Artist News

Sinead O’Connor retracts announcement of her retirement

By | Published on Wednesday 9 June 2021

Sinead O'Connor

Sinead O’Connor is not retiring from the music industry. You may have read that she’d already done that. I mean, she did say she had – announcing that she was cancelling all scheduled tour dates and that upcoming album ‘No Veteran Dies Alone’ would be her last.

Now she’s had a change of heart though, saying that an “unnecessary and hurtful” question on BBC Radio 4’s ‘Woman’s Hour’ while promoting her new autobiography ‘Rememberings’ had triggered a “knee jerk reaction” resulting in the retirement announcement.

O’Connor tweeted on Friday that she had decided that after a “40 year journey” it was time to call an end to her career as a musician. She said that instead it was “time to put the feet up and make other dreams come true”. Asked about her scheduled live shows, she said: “Yes, all shows which were originally set for 2020, rescheduled to 2021 and then to 2022, are going to be pulled. Because this soldier woman has grown old quicker than COVID”.

Returning to Twitter the following day, she said that the decision still stood, adding: “Apologies if any upset caused to booking agents or promoters or managers due to my tweeting about my retirement. I guess the book made me realise I’m my own boss. I didn’t wanna wait for permission from the men, as to when I could announce it. Also, I’d had a few whiskeys”.

So that was that. But given a few days to reflect, she has now retracted her decision to retire and explained in a statement what led her to make it in the first place.

“All interviewers were asked to please be sensitive and not ask about child abuse or dig deep into painful shit about mental health which would be traumatising for me to have to think about”, she said. “Every fuggin time I go to sell a record for 30 years, it’s ‘Aren’t you mental? Aren’t you an asshole? Aren’t you invalid?'”

She then turned specifically to last week’s ‘Woman’s Hour’ interview, during which she was asked about the time she was referred to in an article by The Telegraph’s music critic Neil McCormick as “the crazy lady in pop’s attic”.

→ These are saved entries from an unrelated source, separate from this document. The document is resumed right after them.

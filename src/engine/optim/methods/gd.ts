import { firstOrderChain } from './firstOrder';
import { defineMethod } from './method';

/**
 * Gradient descent: x_t = x_{t-1} - lr_t g_t.
 *
 * Default lr 0.01 (a workbench starting point; Keras SGD's default too). On a quadratic with Hessian
 * eigenvalues lambda_i the error shrinks by |1 - lr lambda_i| per step, so a fixed step converges iff 0 < lr < 2 / lambda_max and is best at
 * 2 / (lambda_min + lambda_max) (Polyak, Introduction to Optimization, 1987, Sec. 1.4; Nesterov,
 * convex optimization textbook, Kluwer 2004, Thm 2.1.15). Cauchy (1847) proposed the method.
 * With plain descent, coupled L2 (g + l2 x) and decoupled decay (lr * weightDecay * x) are the same step.
 */
export const gd = defineMethod({
    kind: 'gd',
    label: 'Gradient descent',
    defaultLearningRate: 0.01,
    family: 'first-order',
    settings: {},
    defaultWeightDecay: 0,
    summary: 'Steps against the gradient, scaled by the learning rate.',
    source: 'Cauchy, "Methode generale pour la resolution des systemes d\'equations simultanees", C. R. Acad. Sci. Paris 25, 1847.',
  build: (_settings, spec) => firstOrderChain('Gradient descent', spec, []),
});
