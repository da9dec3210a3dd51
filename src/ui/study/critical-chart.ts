/**
 * The critical points found in the view's box, each a marker by its class (minimum, saddle, maximum,
 * degenerate or not classified), drawn on any drawing context; shared by the panel and its figure.
 */
import type { CriticalPoint } from '../../engine';
import { drawMarker, viewTransform, type DrawingContext, type MarkerShape, type PixelSize } from '../plot';
import type { ViewBox } from '../../engine';

export const CRITICAL_GLYPHS: Record<'minimum' | 'saddle' | 'maximum' | 'degenerate', { shape: MarkerShape; colour: string; key: string }> = {
  minimum: { shape: 'circle', colour: '#009e73', key: 'minimum' },
  saddle: { shape: 'cross', colour: '#d55e00', key: 'saddle' },
  maximum: { shape: 'triangle', colour: '#cc79a7', key: 'maximum' },
  degenerate: { shape: 'diamond', colour: '#7f7f7f', key: 'degenerate' },
};

export function glyphOf(p: CriticalPoint) {
  return CRITICAL_GLYPHS[p.classification?.kind ?? 'degenerate'];
}

/** Markers at the points inside `box`, in a `size` box at the origin (second axis up). */
export function drawCriticalPoints(ctx: DrawingContext, points: readonly CriticalPoint[], box: ViewBox, axes: readonly [number, number], size: PixelSize): void {
  const t = viewTransform(box, size);
  for (const p of points) {
    const px = t.pxOfA(p.point[axes[0]]);
    const py = t.pyOfB(p.point[axes[1]]);
    const g = glyphOf(p);
    if (px >= 0 && px <= size.width && py >= 0 && py <= size.height) drawMarker(ctx, g.shape, { px, py }, 11, { fill: g.colour, outline: '#000', outlineWidth: 1 });
  }
}
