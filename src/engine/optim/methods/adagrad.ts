import { number } from '../settings';
import { scaleByAdagrad } from '../transforms';
import { firstOrderChain } from './firstOrder';
import { defineMethod } from './method';
import { epsilon, epsilonPlacement } from './sharedSettings';

/**
 * AdaGrad (Duchi, Hazan & Singer, "Adaptive Subgradient Methods for Online Learning and Stochastic
 * Optimization", JMLR 12, 2011), diagonal form:
 *   G_t = G_{t-1} + g_t^2,  x_t = x_{t-1} - lr_t g_t / (sqrt(G_t) + eps).
 * Defaults (PyTorch): lr 0.01, eps 1e-10 outside the square root, initial accumulator 0.
 *
 * Library differences: Keras uses lr 1e-3, eps 1e-7, initial accumulator 0.1; Optax eps 1e-7 inside
 * the square root, g / sqrt(G + eps), initial accumulator 0.1; tfjs eps 1e-7 (its float32 backend
 * epsilon) inside, initial accumulator 0.1; PyTorch's lr_decay is our inverse-time schedule with
 * decaySteps 1. The paper adds delta outside the root.
 */
export const adagrad = defineMethod({
    kind: 'adagrad',
    label: 'AdaGrad',
    defaultLearningRate: 0.01,
    family: 'first-order',
    settings: {
      epsilon: epsilon(1e-10),
      epsilonPlacement,
      initialAccumulator: number(0, { label: 'initial accumulator', min: 0, help: 'Starting value of the sum of squared gradients (PyTorch 0; Keras, Optax, tfjs 0.1).' }),
    },
    defaultWeightDecay: 0,
    summary: 'Divides each coordinate by the root of its summed squared gradients: large early steps, then ever smaller.',
    source: 'Duchi, Hazan & Singer, "Adaptive Subgradient Methods for Online Learning and Stochastic Optimization", JMLR 12, 2011.',
  build: (s, spec) => firstOrderChain('AdaGrad', spec, [scaleByAdagrad(s.epsilon, s.epsilonPlacement, s.initialAccumulator)]),
});
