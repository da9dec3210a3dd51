import { choice, number } from '../settings';
import { NADAM_FORMS, scaleByNadam } from '../transforms';
import { firstOrderChain } from './firstOrder';
import { defineMethod } from './method';
import { beta1, beta2, epsilon } from './sharedSettings';

/**
 * NAdam (T. Dozat, "Incorporating Nesterov Momentum into Adam", ICLR 2016 workshop), PyTorch form:
 *   mu_t = b1 (1 - 0.5 * 0.96^(t psi)),  m_t = b1 m_{t-1} + (1 - b1) g_t,  v_t = b2 v_{t-1} + (1 - b2) g_t^2,
 *   mhat_t = mu_{t+1} m_t / (1 - prod_{i<=t+1} mu_i) + (1 - mu_t) g_t / (1 - prod_{i<=t} mu_i),
 *   x_t = x_{t-1} - lr_t mhat_t / (sqrt(v_t/(1 - b2^t)) + eps).
 * Defaults (PyTorch): lr 0.002, b1 0.9, b2 0.999, eps 1e-8, psi (momentumDecay) 0.004.
 * 'constant-momentum' is Optax's nadam, without the momentum schedule:
 *   mhat_t = b1 m_t / (1 - b1^(t+1)) + (1 - b1) g_t / (1 - b1^t).
 * Keras Nadam uses a 0.96^(0.004 t) schedule too (from memory, not checked). Whether Dozat's EMA uses
 * the scheduled mu_t or the constant b1 is not settled in our reference; PyTorch uses b1.
 */
export const nadam = defineMethod({
    kind: 'nadam',
    label: 'NAdam',
    defaultLearningRate: 0.002,
    family: 'first-order',
    settings: {
      beta1: beta1(),
      beta2: beta2(),
      epsilon: epsilon(1e-8),
      momentumDecay: number(0.004, {
        label: 'momentum decay (psi)',
        min: 0,
        help: 'psi in the momentum schedule mu_t = beta1 (1 - 0.5 * 0.96^(t psi)) (rising-momentum form only).',
      }),
      form: choice(NADAM_FORMS, { help: "'rising-momentum': the momentum coefficient rises towards beta1 as mu_t = beta1 (1 - 0.5 * 0.96^(t psi)) (Dozat 2016); 'constant-momentum': mu_t = beta1 at every step." }),
    },
    defaultWeightDecay: 0,
    summary: 'Adam with a Nesterov-style look-ahead in the first moment.',
    source: 'T. Dozat, "Incorporating Nesterov Momentum into Adam", ICLR 2016 workshop track.',
  build: (s, spec) => firstOrderChain('NAdam', spec, [scaleByNadam(s.beta1, s.beta2, s.epsilon, s.momentumDecay, s.form)]),
});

“Last Tuesday it was unnecessary and hurtful for ‘Woman’s Hour’, of all people, to remind me of the awfully abusive statement written about me by an Irish man for a UK paper”, O’Connor wrote. “When people wonder what derailed my career? The UK and Irish UK papers’ constant abuse and invalidation of me on the grounds I may or may not have been diagnosed by them as ‘mad’. As if mad makes you invalid”.

“I said I was retiring”, she went on. “As I have said many times before in knee jerk reactions when I was young and made the butt of media abuse on the grounds I’m legally vulnerable. The hugest misconception (I’m always asked this but never answer) of ‘Sinead O’Connor’ is that she is Amazonian. I’m not. I’m a five foot, four inch soft-hearted female who is actually very fragile”.

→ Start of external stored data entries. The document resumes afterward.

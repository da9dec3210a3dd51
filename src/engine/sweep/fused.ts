import type { FormulaSurface } from '../expr/compile';
import { KERNEL_TABLE, isKernelName } from '../expr/primitives';
import type { LockstepCode } from '../optim/lockstep';
import type { GradientTransform } from '../optim/transform';
import { RECENT_POINTS } from '../run/recent';
import { DEFAULT_BLOW_UP_FACTOR, DEFAULT_LOSS_CHANGE_PATIENCE, type StopRules } from '../run/settings';
import type { Surface } from '../surface';
import { norm2At } from '../vector';

/**
 * The sweep's fused kernel: one generated function that takes one lockstep round for the live runs of
 * a block, each run's whole step inline: the chain's transforms entry by entry (each transform's
 * lockstep code, optim/lockstep.ts), the move, the formula's value and gradient (its inlinable
 * statements, expr/inline.ts), the bookkeeping, the recent-point ring and the per-step stop rules.
 * No call per run through the surface, per transform over a work buffer, or per rule.
 *
 * It applies when the surface is a compiled formula, every transform of the one shared chain has
 * lockstep code, and the gradient carries no noise; the engine (engine.ts) keeps its block path for
 * everything else. Each operation is the one the block path does, in the same order, so every number
 * is the same double: the transforms' code repeats their `update`, the point is the formula's own
 * statements, the rules are checks.ts's (rules 1-6, then the loss-change rule and the step limit) and
 * the ring write is recent.ts's (the ring also carries each run's point and loss from round to round,
 * see FusedArrays). A rule that fires hands the run back to the engine (FusedHost), which builds its
 * outcome as the block path does. test/engine/sweep/fused.test.ts checks the bits against the block
 * path and RunCursor.
 *
 * Safety: the source is made of this file's fixed text, the transforms' fixed code and the
 * formula's statements, which the formula compiler made from its graph alone and checked token by
 * token. Every number (hyperparameters, stop rules) passes as a value, not as text, so sweeps that
 * differ only in numbers share one compiled function (cached by source).
 */

/**
 * Where the kernel hands back the runs it ends (the sweep engine). Methods of one class, so every
 * sweep's kernel calls the same function (a fresh closure per sweep would make the optimised kernel
 * start over for each sweep). Distance milestones (t a power of 2) are not the kernel's: the engine
 * records them after the round for the runs that go on, and in these calls for a run that ends at
 * such a step, before judging it (a milestone reads only the run's own point at t and its start, so
 * the record is the same; keeping the call out of the loop makes the round faster).
 */
export interface FusedHost {
  /** A point rule of checks.ts (rules 1-6) ended run r at step t (its point and loss are in the ring's slot for t). */
  endFusedPoint(r: number, t: number): void;
  /** The loss-change rule or the step limit ended run r at step t. */
  endFusedProgress(r: number, t: number): void;
}

/**
 * The engine's flat arrays the kernel reads and writes (engine.ts, Sweep). The recent-point ring is
 * the kernel's record of each run's point and loss: a round reads them from the previous step's slot
 * and writes the new ones to this step's, so the engine's point and loss arrays are not written per
 * step; the engine copies the current slot into them when a run ends and after each call. Nor are the
 * step and evaluation counts, which on this path are t and t + 1 for every live run (one evaluation
 * per step after the start's).
 */
export interface FusedArrays {
  grad: Float64Array;
  initialLoss: Float64Array;
  stepsToTolerance: Int32Array;
  ringPoints: Float64Array;
  ringLoss: Float64Array;
  calm: Int32Array;
  live: Int32Array;
}

/**
 * One round for the live runs live[from..to) at step t (every transform's step numbers for t at
 * q[at..]): moves and checks each, keeps the runs that go on at live[kept..] and returns the new
 * kept count. `slot` is t mod RECENT_POINTS.
 */
export type FusedRound = (state: FusedState, from: number, to: number, kept: number, t: number, learningRate: number, q: Float64Array, at: number, slot: number) => number;

/** Everything one sweep's kernel reads: the engine's arrays, the transforms' states and numbers, the formula's constants. */
export interface FusedState extends FusedArrays {
  states: Float64Array[];
  /** Each transform's constants. */
  constants: Float64Array[];
  /** The formula's named constants (its statements read c[i]). */
  c: Float64Array;
  /** Per run, the blow-up rule's bound on f - f0: blowUpFactor * max(1, |f0|) (checks.ts). */
  blowUpBound: Float64Array;
  /** Loss tolerance, step limit, gradient-norm and loss-change tolerances, patience, run count, the tolerance's target. */
  numbers: Float64Array;
  host: FusedHost;
}

export interface FusedKernel {
  /** The compiled round (shared by every sweep with the same source); call it with `state`. */
  round: FusedRound;
  state: FusedState;
  /** Step numbers per t, over all transforms. */
  readonly stepNumbers: number;
  /** Writes every transform's step numbers for step t into out[at .. at + stepNumbers). */
  writeStepNumbers(t: number, out: Float64Array, at: number): void;
}

/** Largest dimension inlined (the kernel unrolls every coordinate). */
const MAX_DIMENSION = 32;

interface InlineSource {
  inlineGradient: FormulaSurface['inlineGradient'];
}

function inlineSource(surface: Surface): InlineSource | null {
  const s = surface as Partial<InlineSource>;
  return typeof s.inlineGradient === 'function' ? (s as InlineSource) : null;
}

/** The kernel for this surface, chain and stop rules, or null when the fused path does not apply. */
export function fusedKernel(
  surface: Surface,
  transforms: readonly GradientTransform[],
  stop: StopRules,
  reach: { tolerance: number; target: number },
  count: number,
  arrays: FusedArrays,
  host: FusedHost,
): FusedKernel | null {
  const n = surface.dimension;
  const formula = inlineSource(surface);
  const codes = transforms.map((tr) => (tr.elementwise ? tr.lockstep : undefined));
  if (!formula || n > MAX_DIMENSION || !codes.every((c): c is LockstepCode => c !== undefined)) return null;
  const { code: gradient, constants } = formula.inlineGradient();
  const gradientRule = stop.gradientNormTolerance !== undefined;
  const calmRule = stop.lossChangeTolerance !== undefined;
  const source = kernelSource(n, gradient, codes, { tolerance: !Number.isNaN(reach.tolerance), gradientRule, calmRule });
  const states = codes.flatMap((c) => c.arrays.map((initial) => new Float64Array(count * n).fill(initial)));
  const blowUp = stop.blowUpFactor ?? DEFAULT_BLOW_UP_FACTOR;
  const blowUpBound = arrays.initialLoss.map((f0) => blowUp * Math.max(1, Math.abs(f0)));
  const numbers = Float64Array.of(
    reach.tolerance,
    stop.maxSteps,
    stop.gradientNormTolerance ?? Number.NaN,
    stop.lossChangeTolerance ?? Number.NaN,
    stop.lossChangePatience ?? DEFAULT_LOSS_CHANGE_PATIENCE,
    count,
    reach.target,
  );
  const state: FusedState = { ...arrays, states, constants: codes.map((c) => Float64Array.from(c.constants)), c: constants, blowUpBound, numbers, host };
  const offsets: number[] = [];
  let stepNumbers = 0;
  for (const c of codes) {
    offsets.push(stepNumbers);
    stepNumbers += c.steps;
  }
  return {
    round: roundFor(source),
    state,
    stepNumbers,
    writeStepNumbers(t, out, at) {
      for (let i = 0; i < codes.length; i++) codes[i].step?.(t, out, at + offsets[i]);
    },
  };
}

/** Compiled rounds by source: sweeps of the same formula, chain and rules share one function. */
const ROUNDS = new Map<string, FusedRound>();
const MAX_CACHED = 64;

function roundFor(source: string): FusedRound {
  let round = ROUNDS.get(source);
  if (!round) {
    if (ROUNDS.size >= MAX_CACHED) ROUNDS.clear();
    // Generated from fixed text and checked formula statements only (see the header).
    round = (new Function('K', 'NORM', source) as (kernels: typeof KERNEL_TABLE, norm: typeof norm2At) => FusedRound)(KERNEL_TABLE, norm2At);
    ROUNDS.set(source, round);
  }
  return round;
}

/** The kernel's source (exported for the tests). */
export function kernelSource(
  n: number,
  gradient: ReturnType<InlineSource['inlineGradient']>['code'],
  codes: readonly LockstepCode[],
  rules: { tolerance: boolean; gradientRule: boolean; calmRule: boolean },
): string {
  const coords = Array.from({ length: n }, (_, i) => i);
  const at = (i: number) => (i === 0 ? 'o' : `o + ${i}`);
  const lines: string[] = ['"use strict";'];
  for (const k of gradient.kernels) {
    if (!isKernelName(k)) throw new Error(`fused: '${k}' is not a kernel`);
    lines.push(`const m_${k} = K.${k};`);
  }
  // One sweep's arrays and numbers, read from the state into locals at each call.
  lines.push(
    'return function round(S, from, to, kept, t, lr, Q, qAt, slot) {',
    'const G = S.grad, IL = S.initialLoss, TT = S.stepsToTolerance, BOUND = S.blowUpBound;',
    'const RP = S.ringPoints, RL = S.ringLoss, CALM = S.calm, LIVE = S.live, HOST = S.host, c = S.c, P = S.numbers;',
    // The run count as an integer, so the ring's index arithmetic stays in integers.
    'const TOL = P[0], MAX_STEPS = P[1], GTOL = P[2], CTOL = P[3], PATIENCE = P[4], COUNT = P[5] | 0, TARGET = P[6];',
  );
  let state = 0;
  const names = codes.map((c, ti) => {
    const s = c.arrays.map((_, j) => ({ array: `S${state + j}`, local: `s${ti}_${j}` }));
    s.forEach((e, j) => lines.push(`const ${e.array} = S.states[${state + j}];`));
    state += c.arrays.length;
    const k = c.constants.map((_, j) => `k${ti}_${j}`);
    k.forEach((name, j) => lines.push(`const ${name} = S.constants[${ti}][${j}];`));
    const q = Array.from({ length: c.steps }, (_, j) => `q${ti}_${j}`);
    return { s, k, q };
  });
  let offset = 0;
  names.forEach((nm) => nm.q.forEach((name) => lines.push(`const ${name} = Q[qAt + ${offset++}];`)));
  lines.push(
    'const ringAt = slot * COUNT;',
    `const previousAt = ((slot + ${RECENT_POINTS - 1}) % ${RECENT_POINTS}) * COUNT;`,
    // Runs of a block where none has ended are consecutive: then r follows from the position alone.
    'const shift = LIVE[to - 1] - LIVE[from] === to - 1 - from ? LIVE[from] - from : -1;',
    'for (let run = from; run < to; run++) {',
    'const r = shift >= 0 ? shift + run : LIVE[run];',
    `const o = r * ${n};`,
    `const previousRing = (previousAt + r) * ${n};`,
  );
  lines.push(`let ${coords.map((i) => `x${i}`).join(', ')};`);
  for (const i of coords) {
    lines.push(`{ const j = ${at(i)}; let u = G[j]; const p = RP[previousRing${i === 0 ? '' : ` + ${i}`}];`);
    names.forEach((nm) => nm.s.forEach((e) => lines.push(`let ${e.local} = ${e.array}[j];`)));
    codes.forEach((c, ti) => lines.push(`{ ${c.code({ u: 'u', p: 'p', s: names[ti].s.map((e) => e.local), k: names[ti].k, q: names[ti].q })} }`));
    names.forEach((nm) => nm.s.forEach((e) => lines.push(`${e.array}[j] = ${e.local};`)));
    lines.push(`x${i} = p + u; }`);
  }
  lines.push(...gradient.statements, `const loss = ${gradient.value};`);
  for (const i of coords) lines.push(`const g${i} = ${gradient.gradient[i]}; G[${at(i)}] = g${i};`);
  if (rules.calmRule) lines.push('const previous = RL[previousAt + r];');
  if (rules.tolerance) lines.push('if (loss - TARGET <= TOL && TT[r] < 0) TT[r] = t;');
  lines.push(
    `const ring = (ringAt + r) * ${n};`,
    ...coords.map((i) => `RP[${i === 0 ? 'ring' : `ring + ${i}`}] = x${i};`),
    'RL[ringAt + r] = loss;',
    // checks.ts rules 1-5 in one test: a v * 0 sum is 0 exactly when every v is finite (loss -Infinity
    // included), and with all finite only the blow-up rule is left. The engine names the rule.
    `if (${[...coords.map((i) => `x${i} * 0`), ...coords.map((i) => `g${i} * 0`), 'loss * 0'].join(' + ')} !== 0 || loss - IL[r] > BOUND[r]) { HOST.endFusedPoint(r, t); continue; }`,
  );
  if (rules.gradientRule) lines.push(`if (NORM(G, o, ${n}) <= GTOL) { HOST.endFusedPoint(r, t); continue; }`);
  if (rules.calmRule)
    lines.push(
      'const calm = lr === 0 ? 0 : Math.abs(loss - previous) / Math.max(1, Math.abs(loss), Math.abs(previous)) <= CTOL ? CALM[r] + 1 : 0;',
      'CALM[r] = calm;',
      'if (calm >= PATIENCE) { HOST.endFusedProgress(r, t); continue; }',
    );
  // LIVE[run] is r, so while no run of this call has ended (kept === run) the store would change nothing.
  lines.push('if (t >= MAX_STEPS) { HOST.endFusedProgress(r, t); continue; }', 'if (kept !== run) LIVE[kept] = r;', 'kept++;', '}', 'return kept;', '};');
  return lines.join('\n');
}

“But I love my job”, she continued. “Making music that is. I don’t like the consequences of being a talented (and outspoken) woman being that I have to wade through walls of prejudice every day to make a living. But I am born for live performance and with the astonishing love and support I have received in the last few days and will continue to receive from [booking agent] Rob Prinz and all at ICM, as well as many managers and buyers and fans, I feel safe in retracting my expressed wish to retire”.

“I am not going to retire” she concluded. “I am going to keep on being fabulous”.

‘No Veteran Dies Alone’ is set for release in January.